------ Material to process ------

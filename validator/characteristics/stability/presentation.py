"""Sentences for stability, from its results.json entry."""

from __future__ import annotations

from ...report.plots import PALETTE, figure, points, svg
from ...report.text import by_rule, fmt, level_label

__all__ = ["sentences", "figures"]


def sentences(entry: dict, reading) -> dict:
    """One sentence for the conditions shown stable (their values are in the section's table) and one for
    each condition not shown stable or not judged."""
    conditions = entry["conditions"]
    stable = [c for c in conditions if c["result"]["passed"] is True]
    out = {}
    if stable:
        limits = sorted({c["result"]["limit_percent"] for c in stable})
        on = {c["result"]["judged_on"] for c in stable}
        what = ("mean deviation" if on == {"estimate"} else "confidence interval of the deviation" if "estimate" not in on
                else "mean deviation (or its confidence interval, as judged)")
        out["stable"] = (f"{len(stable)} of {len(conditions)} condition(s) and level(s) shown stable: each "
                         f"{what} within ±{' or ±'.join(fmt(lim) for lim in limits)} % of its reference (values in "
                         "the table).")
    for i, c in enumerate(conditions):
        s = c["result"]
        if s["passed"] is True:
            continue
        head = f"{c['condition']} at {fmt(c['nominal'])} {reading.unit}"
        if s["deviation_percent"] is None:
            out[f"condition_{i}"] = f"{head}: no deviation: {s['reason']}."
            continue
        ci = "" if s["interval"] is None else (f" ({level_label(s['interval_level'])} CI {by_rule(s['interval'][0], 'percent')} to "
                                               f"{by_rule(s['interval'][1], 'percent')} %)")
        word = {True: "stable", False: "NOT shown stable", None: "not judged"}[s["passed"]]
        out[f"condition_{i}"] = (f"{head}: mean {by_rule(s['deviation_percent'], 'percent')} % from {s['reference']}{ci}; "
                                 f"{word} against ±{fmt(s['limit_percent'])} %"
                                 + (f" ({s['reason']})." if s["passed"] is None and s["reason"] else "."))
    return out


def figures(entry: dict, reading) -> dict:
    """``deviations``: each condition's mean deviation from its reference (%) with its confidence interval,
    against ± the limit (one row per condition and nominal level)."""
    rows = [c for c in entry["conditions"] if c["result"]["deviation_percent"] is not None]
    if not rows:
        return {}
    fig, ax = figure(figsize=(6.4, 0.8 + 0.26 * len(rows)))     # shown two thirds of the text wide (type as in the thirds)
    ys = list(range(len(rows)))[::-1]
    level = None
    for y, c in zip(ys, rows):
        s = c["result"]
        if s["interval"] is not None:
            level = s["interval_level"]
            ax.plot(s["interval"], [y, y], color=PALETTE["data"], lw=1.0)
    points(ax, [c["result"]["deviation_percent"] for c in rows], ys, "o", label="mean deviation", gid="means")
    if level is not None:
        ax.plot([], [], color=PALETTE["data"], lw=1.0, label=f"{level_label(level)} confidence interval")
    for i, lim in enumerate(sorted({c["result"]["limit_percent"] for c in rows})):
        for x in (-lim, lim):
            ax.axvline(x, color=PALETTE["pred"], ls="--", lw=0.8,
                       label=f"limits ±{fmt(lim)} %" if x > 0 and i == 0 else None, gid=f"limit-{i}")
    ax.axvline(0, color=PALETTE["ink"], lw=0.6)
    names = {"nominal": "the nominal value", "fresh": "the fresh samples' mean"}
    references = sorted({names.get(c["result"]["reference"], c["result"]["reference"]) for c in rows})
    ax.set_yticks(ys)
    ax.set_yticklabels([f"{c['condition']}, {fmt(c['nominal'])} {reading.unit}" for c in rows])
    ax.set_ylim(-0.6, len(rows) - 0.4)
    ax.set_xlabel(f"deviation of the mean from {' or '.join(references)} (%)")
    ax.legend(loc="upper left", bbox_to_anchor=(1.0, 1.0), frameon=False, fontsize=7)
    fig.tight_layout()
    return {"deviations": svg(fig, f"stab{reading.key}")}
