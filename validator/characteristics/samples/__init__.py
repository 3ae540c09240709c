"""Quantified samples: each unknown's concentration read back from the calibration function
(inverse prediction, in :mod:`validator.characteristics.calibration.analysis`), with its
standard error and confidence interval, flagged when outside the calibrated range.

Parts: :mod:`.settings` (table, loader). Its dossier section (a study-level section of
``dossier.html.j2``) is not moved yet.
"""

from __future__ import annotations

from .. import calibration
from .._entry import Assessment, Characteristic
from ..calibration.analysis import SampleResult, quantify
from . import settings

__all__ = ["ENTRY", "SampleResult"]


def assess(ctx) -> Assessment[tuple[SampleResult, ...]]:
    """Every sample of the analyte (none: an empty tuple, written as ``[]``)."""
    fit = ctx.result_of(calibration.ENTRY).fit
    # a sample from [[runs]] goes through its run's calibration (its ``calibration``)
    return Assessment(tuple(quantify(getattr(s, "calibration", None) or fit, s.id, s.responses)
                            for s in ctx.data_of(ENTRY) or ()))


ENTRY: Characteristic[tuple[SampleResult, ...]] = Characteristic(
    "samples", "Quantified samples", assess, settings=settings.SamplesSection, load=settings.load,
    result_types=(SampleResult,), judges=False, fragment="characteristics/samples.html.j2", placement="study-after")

------

> [How to complete this task]
From the first line of the material above down to the line with "from ...report.plots import", output each line exactly; include both of those lines and add no others.

> [Response]
filename validator/characteristics/stability/presentation.py
"""Sentences for stability, from its results.json entry."""

from __future__ import annotations

from ...report.plots import PALETTE, figure, points, svg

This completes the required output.